A-t-on toujours jugé les joueurs du football sur leurs qualités oratoires ?

Non. Avant, on ne les « embêtait » pas avec ça. Le football est devenu un produit d’appel pour les grands médias. Le métier de footballeur professionnel a changé. Les joueurs doivent désormais s’exposer, parler à la presse, analyser un match.  Autant Lizarazu et Deschamps étaient à l’aise avec l’exercice  du fait de leur parcours scolaire notamment, autant pour d’autres c’est beaucoup plus difficile. Ils n’ont pas été préparés pour ça dans leur carrière. Karim Benzema, très timide, s’est longtemps montré très réservé quand il s’adressait à la presse.  Beaucoup de journalistes le prenaient mal.
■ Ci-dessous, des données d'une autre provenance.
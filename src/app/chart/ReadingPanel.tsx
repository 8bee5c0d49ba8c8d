import type { ChartView } from '../../engine/contract.ts';
import { intervalText, orderText } from '../words/numbers.ts';
import { chartEndNm } from './chartSvg.ts';
import { intervalAt, type LikeColour, orderAt, placeInRange } from './likeColours.ts';
import { colourAt } from './rulerColumn.ts';

const STEP_NM = 5;
/** About one order of any film: an interval as wide tells nothing that the order did not. */
const WIDEST_NM = 200;
/** What one row of a phone holds. */
const MOST_LIKE = 3;

/** What the colour under the line can say, in one sentence. */
export function certaintyWords(view: ChartView, nm: number): string {
  const place = placeInRange(view, nm);
  if (place === 'tooThin') return 'Too thin to tell from none by colour.';
  if (place === 'tooThick') {
    const bound = Math.floor(view.resolvableNm.toNm / 50) * 50;
    return `Too pale to tell: say at least ${bound.toLocaleString('en-GB')} nm.`;
  }
  const { lowNm, highNm } = intervalAt(view, nm);
  if (highNm - lowNm > WIDEST_NM || highNm >= chartEndNm(view)) {
    return 'Hardly any change of colour: a look cannot tell.';
  }
  return `Order known: ${intervalText(lowNm, highNm)} nm (90\u00a0%).`;
}

/** The thickness under the line: colour, order, how well it can be told, and where else the colour comes back. */
export function ReadingPanel({
  view,
  at,
  alike,
  onMove,
}: {
  readonly view: ChartView;
  readonly at: number;
  readonly alike: readonly LikeColour[];
  readonly onMove: (nm: number) => void;
}) {
  return (
    <section aria-label="Reading" class="chart-reading">
      <div class="chart-figure">
        <button type="button" aria-label={`Thinner by ${STEP_NM} nm`} onClick={() => onMove(at - STEP_NM)}>
          −
        </button>
        <span class="chart-swatch" style={{ background: colourAt(view, at) }} />
        <p>
          <strong class="reading">{at.toLocaleString('en-GB')} nm</strong>
          <span class="quiet">{orderText(orderAt(at, view.orderBoundariesNm))}</span>
        </p>
        <button type="button" aria-label={`Thicker by ${STEP_NM} nm`} onClick={() => onMove(at + STEP_NM)}>
          +
        </button>
      </div>
      <p class="small quiet chart-certainty">{certaintyWords(view, at)}</p>
      <div class="chart-likes">
        {alike.length === 0 ? (
          <p class="small quiet">No other order has this colour.</p>
        ) : (
          <>
            <p class="small quiet">Like</p>
            {alike.slice(0, MOST_LIKE).map(({ thicknessNm, order }) => (
              <button
                key={thicknessNm}
                type="button"
                class="plain"
                aria-label={`Go to ${thicknessNm} nm, ${orderText(order)}`}
                onClick={() => onMove(thicknessNm)}
              >
                <i style={{ background: colourAt(view, thicknessNm) }} />
                {thicknessNm.toLocaleString('en-GB')}
              </button>
            ))}
          </>
        )}
      </div>
    </section>
  );
}
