import type { IlluminantId } from '../../colour/types.ts';
import { FILM_PRESETS, type FilmPreset } from '../../engine/setup.ts';
import { FILM_NAMES, skyWords } from '../words/names.ts';
import { ASSUMED_DAYLIGHT_K, type ChartSetup, isSeenByEye } from './setupWords.ts';

/** Skies a person can name by looking up, and lamps of a bench. */
const SKIES_K = [5000, 5500, 6500, 8000, 12000];
const LAMPS: readonly (readonly [IlluminantId, string])[] = [
  ['A', 'Incandescent lamp'],
  ['LED-B3', 'LED, neutral white'],
  ['FL11', 'Fluorescent, three-band'],
];
export const REACHES_NM = [1000, 2000, 5000] as const;

const lightKey = (light: ChartSetup['light']): string =>
  light && 'illuminant' in light ? light.illuminant : String(light?.daylightK ?? ASSUMED_DAYLIGHT_K);

function lightOf(key: string): NonNullable<ChartSetup['light']> {
  const kelvin = Number(key);
  return Number.isFinite(kelvin) ? { daylightK: kelvin } : { illuminant: key as IlluminantId };
}

/** What the chart is drawn for. Pickers only: they work in gloves. */
export function SetupPanel({
  setup,
  reachNm,
  onSetup,
  onReach,
}: {
  readonly setup: ChartSetup;
  readonly reachNm: number;
  readonly onSetup: (setup: ChartSetup) => void;
  readonly onReach: (nm: number) => void;
}) {
  const key = lightKey(setup.light);
  const skies = SKIES_K.some((kelvin) => String(kelvin) === key) ? SKIES_K : [...SKIES_K, Number(key)];
  const lamps = LAMPS.some(([id]) => id === key) ? LAMPS : [...LAMPS, [key, `Illuminant ${key}`] as const];
  const incidence = setup.incidenceDeg ?? 0;
  return (
    <section aria-label="Chart set-up" class="chart-setup">
      <label class="field">
        Film
        <select
          value={typeof setup.film === 'string' ? setup.film : 'own'}
          onChange={(e) => {
            const film = e.currentTarget.value;
            if (film !== 'own') onSetup({ ...setup, film: film as FilmPreset });
          }}
        >
          {typeof setup.film === 'string' ? null : <option value="own">My own film</option>}
          {FILM_PRESETS.map((id) => (
            <option key={id} value={id}>
              {FILM_NAMES[id]}
            </option>
          ))}
        </select>
      </label>
      <label class="field">
        Light that it mirrors
        <select value={key} onChange={(e) => onSetup({ ...setup, light: lightOf(e.currentTarget.value) })}>
          {skies.filter(Number.isFinite).map((kelvin) => (
            <option key={kelvin} value={String(kelvin)}>
              Sky: {skyWords(kelvin)}, {kelvin.toLocaleString('en-GB')} K
            </option>
          ))}
          {(Number.isFinite(Number(key)) ? LAMPS : lamps).map(([id, name]) => (
            <option key={id} value={id}>
              {name}
            </option>
          ))}
        </select>
      </label>
      <label class="field">
        <span>Looked at {incidence}° from the vertical</span>
        <input
          type="range"
          min="0"
          max="80"
          step="5"
          value={incidence}
          onInput={(e) => onSetup({ ...setup, incidenceDeg: Number(e.currentTarget.value) })}
        />
      </label>
      <div class="chart-pair">
        <label class="field">
          Seen by
          <select
            value={isSeenByEye(setup.camera) ? 'cie1931' : 'phone'}
            onChange={(e) =>
              onSetup({ ...setup, camera: e.currentTarget.value === 'phone' ? 'phone' : 'cie1931' })
            }
          >
            <option value="cie1931">the eye</option>
            <option value="phone">a phone</option>
          </select>
        </label>
        <label class="field">
          Reaches to
          <select value={String(reachNm)} onChange={(e) => onReach(Number(e.currentTarget.value))}>
            {REACHES_NM.map((nm) => (
              <option key={nm} value={String(nm)}>
                {nm.toLocaleString('en-GB')} nm
              </option>
            ))}
          </select>
        </label>
      </div>
    </section>
  );
}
Ils pensaient qu’il les regardait de haut ou se moquait d’eux alors que cette distance, c’est, me semble-t-il, juste une façon se de protéger, de gérer sa nouvelle identité d’icône sportive

La place grandissante prise par des joueurs issus des quartiers populaires pose-t-elle problème aux équipes d’encadrement ?

Ce qui pose problème ce n’est pas qu’ils soient Noirs ou Arabes, c’est que les nouveaux joueurs, dans le système (économique et social) produit par le foot-business,  ne sont pas toujours faciles à diriger. Ils ont été propulsés très hauts et très jeunes dans ce milieu du foot. Les clubs se les arrachent à prix d’or, ils sont très tôt placés sur un piédestal, ça ne peut pas ne pas « tourner la tête » à la plupart d’entre eux.  Le management classique dans le football était rigide, il y a des chefs, des ordres, vous devez rentrer dans le rang ; des formes de bizutage existent aussi. Maintenant les nouveaux joueurs, courtisés qu’ils sont par les grands clubs, ne se laissent plus faire. Tous les clubs vous diront qu’aujourd’hui c’est plus difficile. La nouvelle génération a plus de mal à trouver sa place dans les équipes, ils sont très mobiles sur le marché du travail mais aussi ils ont peur de tout. Peur, pour leur image, leur place.  Ils sont trop tôt devenus célèbres. Le livre essaie de décrypter ces différences de générations entre footballeurs pour contribuer à « dénaturaliser » la catégorie des joueurs actuels et montrer tout ce qu’elle doit à une histoire – économique et sociale – du football contemporain.